== Segment start ==

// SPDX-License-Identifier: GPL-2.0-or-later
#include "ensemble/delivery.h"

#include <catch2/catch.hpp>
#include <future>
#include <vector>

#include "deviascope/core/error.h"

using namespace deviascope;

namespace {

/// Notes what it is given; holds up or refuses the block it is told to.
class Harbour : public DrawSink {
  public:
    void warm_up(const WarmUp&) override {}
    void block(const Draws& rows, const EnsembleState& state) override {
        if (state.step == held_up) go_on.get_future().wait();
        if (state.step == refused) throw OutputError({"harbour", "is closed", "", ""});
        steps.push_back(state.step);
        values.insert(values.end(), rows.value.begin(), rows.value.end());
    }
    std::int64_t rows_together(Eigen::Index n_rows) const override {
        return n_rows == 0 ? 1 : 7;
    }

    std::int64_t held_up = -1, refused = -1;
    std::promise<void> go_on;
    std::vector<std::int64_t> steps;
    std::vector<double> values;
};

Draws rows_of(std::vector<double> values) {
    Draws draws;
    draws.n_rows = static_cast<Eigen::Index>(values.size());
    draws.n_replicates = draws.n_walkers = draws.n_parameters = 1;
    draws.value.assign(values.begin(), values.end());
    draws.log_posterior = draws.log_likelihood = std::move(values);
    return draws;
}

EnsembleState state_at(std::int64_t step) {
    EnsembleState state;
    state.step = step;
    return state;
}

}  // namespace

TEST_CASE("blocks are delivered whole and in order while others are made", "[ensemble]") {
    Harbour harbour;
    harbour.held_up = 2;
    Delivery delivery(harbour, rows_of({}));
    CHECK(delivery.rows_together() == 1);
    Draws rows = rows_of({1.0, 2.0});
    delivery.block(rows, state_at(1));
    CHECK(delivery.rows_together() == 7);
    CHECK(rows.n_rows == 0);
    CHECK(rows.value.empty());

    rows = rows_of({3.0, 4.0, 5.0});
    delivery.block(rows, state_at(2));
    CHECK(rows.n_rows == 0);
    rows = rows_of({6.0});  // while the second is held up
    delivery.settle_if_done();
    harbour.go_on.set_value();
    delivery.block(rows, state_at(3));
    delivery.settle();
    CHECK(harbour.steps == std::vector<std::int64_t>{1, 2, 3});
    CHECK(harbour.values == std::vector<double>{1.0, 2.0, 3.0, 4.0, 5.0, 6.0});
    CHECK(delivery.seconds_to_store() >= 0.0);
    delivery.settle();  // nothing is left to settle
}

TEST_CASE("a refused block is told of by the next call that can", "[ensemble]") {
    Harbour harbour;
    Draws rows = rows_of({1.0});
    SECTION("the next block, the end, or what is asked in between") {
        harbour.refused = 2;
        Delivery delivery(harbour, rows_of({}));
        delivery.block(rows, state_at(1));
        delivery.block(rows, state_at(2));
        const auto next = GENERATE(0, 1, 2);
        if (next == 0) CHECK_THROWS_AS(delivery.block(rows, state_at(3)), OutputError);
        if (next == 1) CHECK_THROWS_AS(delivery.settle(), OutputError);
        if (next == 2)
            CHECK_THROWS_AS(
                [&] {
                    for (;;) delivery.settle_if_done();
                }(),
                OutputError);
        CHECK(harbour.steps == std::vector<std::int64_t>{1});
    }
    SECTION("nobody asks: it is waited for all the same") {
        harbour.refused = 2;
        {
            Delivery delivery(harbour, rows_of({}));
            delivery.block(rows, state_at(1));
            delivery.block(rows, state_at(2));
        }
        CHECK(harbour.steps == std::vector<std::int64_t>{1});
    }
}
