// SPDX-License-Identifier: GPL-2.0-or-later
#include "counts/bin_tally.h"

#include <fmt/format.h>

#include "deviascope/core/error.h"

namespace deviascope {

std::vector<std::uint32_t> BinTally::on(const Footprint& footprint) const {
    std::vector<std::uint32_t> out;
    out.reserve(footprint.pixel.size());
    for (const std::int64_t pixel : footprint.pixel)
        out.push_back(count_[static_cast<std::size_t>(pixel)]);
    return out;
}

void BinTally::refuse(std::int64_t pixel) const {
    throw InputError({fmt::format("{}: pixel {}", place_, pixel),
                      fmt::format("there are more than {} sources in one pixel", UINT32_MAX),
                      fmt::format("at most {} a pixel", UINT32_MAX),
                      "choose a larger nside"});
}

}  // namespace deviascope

== Segment end ==
== Segment start ==

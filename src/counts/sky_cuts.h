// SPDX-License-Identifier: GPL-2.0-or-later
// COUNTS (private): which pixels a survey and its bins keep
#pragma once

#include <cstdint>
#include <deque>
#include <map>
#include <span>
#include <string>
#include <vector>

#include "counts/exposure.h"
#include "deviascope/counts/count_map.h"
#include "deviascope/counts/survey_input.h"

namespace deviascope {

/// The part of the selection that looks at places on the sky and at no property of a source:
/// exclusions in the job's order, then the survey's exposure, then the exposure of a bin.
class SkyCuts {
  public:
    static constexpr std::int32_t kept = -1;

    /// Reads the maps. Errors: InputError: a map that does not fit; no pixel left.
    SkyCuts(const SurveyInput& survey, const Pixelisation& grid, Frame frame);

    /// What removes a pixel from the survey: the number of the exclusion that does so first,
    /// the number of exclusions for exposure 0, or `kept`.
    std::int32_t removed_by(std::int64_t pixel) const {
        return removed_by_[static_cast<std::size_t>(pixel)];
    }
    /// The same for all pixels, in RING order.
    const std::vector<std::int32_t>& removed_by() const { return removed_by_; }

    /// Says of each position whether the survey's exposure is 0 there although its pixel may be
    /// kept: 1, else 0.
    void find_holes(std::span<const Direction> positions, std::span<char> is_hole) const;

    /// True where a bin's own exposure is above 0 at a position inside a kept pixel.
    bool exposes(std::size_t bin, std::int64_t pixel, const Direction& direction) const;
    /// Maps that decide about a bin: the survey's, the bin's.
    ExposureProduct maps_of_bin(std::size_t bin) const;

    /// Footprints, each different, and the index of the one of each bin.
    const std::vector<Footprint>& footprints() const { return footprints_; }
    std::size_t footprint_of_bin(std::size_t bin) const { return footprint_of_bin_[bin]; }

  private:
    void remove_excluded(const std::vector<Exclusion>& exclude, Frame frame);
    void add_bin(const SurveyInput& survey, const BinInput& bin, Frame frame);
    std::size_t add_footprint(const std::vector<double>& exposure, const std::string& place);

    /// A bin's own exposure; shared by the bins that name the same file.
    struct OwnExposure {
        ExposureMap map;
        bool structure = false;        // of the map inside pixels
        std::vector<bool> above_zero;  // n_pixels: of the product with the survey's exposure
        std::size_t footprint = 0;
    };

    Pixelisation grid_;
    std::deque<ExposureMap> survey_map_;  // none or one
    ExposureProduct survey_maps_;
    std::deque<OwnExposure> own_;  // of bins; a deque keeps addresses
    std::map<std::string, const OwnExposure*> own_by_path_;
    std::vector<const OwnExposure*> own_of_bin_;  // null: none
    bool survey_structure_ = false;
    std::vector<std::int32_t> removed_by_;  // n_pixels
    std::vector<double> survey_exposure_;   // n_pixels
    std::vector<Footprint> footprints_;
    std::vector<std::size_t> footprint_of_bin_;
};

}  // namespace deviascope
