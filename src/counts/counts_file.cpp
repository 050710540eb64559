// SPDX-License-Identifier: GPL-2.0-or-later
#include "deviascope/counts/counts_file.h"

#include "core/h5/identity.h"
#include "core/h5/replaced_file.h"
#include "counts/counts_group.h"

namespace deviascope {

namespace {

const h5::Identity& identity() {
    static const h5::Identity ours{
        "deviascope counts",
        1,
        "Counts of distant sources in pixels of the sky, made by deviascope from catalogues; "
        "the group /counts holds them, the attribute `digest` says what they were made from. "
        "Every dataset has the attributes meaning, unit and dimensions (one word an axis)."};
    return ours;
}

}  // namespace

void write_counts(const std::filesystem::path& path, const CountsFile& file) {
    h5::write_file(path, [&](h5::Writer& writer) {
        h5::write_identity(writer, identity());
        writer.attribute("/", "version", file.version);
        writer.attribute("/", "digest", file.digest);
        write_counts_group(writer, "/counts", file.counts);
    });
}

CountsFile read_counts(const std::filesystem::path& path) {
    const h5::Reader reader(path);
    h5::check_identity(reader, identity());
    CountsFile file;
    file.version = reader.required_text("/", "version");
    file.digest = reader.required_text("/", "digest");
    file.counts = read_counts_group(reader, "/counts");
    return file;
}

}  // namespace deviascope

== Segment end ==
== Segment start ==

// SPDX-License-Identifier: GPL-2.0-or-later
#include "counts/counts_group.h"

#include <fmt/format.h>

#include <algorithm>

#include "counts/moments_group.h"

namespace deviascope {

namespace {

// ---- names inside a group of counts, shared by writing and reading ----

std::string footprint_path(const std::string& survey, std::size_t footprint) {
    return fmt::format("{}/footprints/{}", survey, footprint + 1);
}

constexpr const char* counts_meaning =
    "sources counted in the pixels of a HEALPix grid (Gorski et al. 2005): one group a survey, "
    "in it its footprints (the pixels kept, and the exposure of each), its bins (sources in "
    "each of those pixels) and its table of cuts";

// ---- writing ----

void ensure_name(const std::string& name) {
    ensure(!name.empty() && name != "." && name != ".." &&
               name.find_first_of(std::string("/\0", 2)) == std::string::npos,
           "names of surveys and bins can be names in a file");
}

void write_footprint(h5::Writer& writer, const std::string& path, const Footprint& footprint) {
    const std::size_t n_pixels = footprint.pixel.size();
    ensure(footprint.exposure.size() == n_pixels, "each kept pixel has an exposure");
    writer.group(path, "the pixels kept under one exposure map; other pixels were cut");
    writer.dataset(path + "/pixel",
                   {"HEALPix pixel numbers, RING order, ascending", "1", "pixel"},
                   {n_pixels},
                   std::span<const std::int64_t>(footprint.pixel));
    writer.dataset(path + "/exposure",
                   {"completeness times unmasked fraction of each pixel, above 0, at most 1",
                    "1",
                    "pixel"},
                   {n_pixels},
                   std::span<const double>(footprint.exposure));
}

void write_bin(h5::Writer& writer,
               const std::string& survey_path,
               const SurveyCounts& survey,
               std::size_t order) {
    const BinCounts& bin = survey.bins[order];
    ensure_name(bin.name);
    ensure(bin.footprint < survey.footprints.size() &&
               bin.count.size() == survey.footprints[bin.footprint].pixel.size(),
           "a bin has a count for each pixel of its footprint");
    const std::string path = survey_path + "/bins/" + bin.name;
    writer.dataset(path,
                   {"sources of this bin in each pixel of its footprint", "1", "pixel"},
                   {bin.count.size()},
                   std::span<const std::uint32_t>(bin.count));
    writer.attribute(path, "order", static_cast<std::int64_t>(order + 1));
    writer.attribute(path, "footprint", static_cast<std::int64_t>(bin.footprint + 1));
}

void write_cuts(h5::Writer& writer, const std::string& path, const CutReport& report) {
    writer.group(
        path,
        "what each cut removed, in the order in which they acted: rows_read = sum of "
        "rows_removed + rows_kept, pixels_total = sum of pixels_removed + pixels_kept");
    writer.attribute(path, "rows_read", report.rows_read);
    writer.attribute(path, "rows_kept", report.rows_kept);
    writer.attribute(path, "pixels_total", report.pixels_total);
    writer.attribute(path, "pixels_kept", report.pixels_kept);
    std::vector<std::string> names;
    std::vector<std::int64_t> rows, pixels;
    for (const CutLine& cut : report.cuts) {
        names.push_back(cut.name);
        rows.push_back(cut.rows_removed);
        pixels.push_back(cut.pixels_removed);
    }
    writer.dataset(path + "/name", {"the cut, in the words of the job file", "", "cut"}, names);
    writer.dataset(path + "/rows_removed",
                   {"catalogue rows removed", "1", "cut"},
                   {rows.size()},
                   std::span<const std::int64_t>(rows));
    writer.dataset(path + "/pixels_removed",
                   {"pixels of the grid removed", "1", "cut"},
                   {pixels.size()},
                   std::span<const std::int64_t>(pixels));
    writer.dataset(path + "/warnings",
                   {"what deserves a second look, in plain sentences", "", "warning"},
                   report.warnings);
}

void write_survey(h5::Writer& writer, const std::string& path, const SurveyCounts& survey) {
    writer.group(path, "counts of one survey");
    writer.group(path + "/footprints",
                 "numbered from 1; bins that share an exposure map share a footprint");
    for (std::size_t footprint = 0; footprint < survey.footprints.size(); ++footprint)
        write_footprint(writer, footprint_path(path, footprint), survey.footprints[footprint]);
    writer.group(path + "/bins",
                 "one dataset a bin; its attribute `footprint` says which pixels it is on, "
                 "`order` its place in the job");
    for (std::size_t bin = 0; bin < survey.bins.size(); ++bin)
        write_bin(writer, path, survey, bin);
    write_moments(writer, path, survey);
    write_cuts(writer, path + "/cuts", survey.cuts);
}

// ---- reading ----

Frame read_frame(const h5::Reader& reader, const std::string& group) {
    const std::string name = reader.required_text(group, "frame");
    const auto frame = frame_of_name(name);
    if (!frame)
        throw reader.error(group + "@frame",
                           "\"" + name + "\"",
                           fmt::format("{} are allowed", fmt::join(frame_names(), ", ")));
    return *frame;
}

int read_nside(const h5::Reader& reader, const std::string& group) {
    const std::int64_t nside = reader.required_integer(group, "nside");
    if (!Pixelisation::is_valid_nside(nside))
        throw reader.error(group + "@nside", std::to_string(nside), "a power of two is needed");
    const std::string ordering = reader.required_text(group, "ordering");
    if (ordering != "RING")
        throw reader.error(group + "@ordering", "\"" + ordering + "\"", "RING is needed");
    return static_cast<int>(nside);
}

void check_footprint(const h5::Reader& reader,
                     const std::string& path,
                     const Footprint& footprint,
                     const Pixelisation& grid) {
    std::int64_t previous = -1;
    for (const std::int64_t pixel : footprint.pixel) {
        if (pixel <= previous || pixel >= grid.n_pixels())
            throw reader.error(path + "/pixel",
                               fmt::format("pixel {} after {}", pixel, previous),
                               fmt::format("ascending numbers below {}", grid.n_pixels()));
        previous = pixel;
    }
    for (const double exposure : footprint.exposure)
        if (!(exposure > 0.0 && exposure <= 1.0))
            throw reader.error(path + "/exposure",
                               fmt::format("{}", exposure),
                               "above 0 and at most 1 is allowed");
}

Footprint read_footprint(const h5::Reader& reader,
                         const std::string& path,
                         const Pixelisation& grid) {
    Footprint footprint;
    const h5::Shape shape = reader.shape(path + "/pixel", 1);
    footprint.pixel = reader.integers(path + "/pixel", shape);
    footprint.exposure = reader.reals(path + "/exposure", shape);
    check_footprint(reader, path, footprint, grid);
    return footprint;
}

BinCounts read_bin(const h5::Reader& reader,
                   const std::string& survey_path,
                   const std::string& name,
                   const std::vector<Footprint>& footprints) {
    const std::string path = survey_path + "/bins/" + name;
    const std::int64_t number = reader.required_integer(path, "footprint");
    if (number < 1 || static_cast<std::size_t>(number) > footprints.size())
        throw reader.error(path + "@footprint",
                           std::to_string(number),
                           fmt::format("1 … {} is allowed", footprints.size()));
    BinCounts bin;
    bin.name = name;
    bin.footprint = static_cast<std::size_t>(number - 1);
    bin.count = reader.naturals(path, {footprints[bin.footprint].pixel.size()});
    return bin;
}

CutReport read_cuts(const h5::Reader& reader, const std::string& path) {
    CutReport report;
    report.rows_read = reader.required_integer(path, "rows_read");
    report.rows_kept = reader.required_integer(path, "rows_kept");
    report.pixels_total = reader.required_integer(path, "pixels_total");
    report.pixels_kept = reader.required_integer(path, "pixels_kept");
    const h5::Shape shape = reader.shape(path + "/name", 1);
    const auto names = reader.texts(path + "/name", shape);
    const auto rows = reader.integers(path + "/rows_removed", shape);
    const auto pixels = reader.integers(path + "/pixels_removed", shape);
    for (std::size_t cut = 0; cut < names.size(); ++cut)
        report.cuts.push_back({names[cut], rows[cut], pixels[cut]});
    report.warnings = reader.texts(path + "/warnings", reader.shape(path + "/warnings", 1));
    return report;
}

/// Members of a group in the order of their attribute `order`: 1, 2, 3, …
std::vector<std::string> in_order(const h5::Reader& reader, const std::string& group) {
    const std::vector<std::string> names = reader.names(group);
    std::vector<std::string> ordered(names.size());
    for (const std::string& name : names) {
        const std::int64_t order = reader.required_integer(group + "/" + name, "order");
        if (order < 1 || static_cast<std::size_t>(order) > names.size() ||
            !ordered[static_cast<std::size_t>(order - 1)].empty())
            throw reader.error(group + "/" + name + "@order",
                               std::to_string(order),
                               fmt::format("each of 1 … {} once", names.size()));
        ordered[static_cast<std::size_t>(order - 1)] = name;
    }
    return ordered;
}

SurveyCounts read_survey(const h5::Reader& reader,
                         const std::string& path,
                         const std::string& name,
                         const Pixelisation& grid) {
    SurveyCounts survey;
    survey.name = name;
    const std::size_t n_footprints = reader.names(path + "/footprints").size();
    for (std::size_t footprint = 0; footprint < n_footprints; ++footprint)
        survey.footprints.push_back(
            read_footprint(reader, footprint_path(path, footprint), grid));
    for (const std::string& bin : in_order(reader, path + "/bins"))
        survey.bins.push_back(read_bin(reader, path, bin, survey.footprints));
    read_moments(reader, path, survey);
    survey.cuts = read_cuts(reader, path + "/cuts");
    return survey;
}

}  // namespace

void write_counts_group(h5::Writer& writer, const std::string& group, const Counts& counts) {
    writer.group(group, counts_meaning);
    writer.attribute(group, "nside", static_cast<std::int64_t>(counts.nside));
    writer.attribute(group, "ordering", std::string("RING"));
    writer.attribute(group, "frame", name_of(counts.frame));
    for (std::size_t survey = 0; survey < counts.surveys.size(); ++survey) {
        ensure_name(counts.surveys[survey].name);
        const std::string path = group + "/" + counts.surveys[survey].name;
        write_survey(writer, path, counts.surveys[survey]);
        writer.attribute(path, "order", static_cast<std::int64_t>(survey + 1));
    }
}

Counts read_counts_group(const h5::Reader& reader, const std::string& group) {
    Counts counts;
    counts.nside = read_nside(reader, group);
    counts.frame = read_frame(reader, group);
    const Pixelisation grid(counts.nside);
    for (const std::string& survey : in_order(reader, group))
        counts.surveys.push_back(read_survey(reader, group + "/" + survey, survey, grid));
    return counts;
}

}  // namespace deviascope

== Segment end ==

> [Problem details]:
Using the records, work out how many lines include "digest", and reply with that number alone.

> [Answer]:
3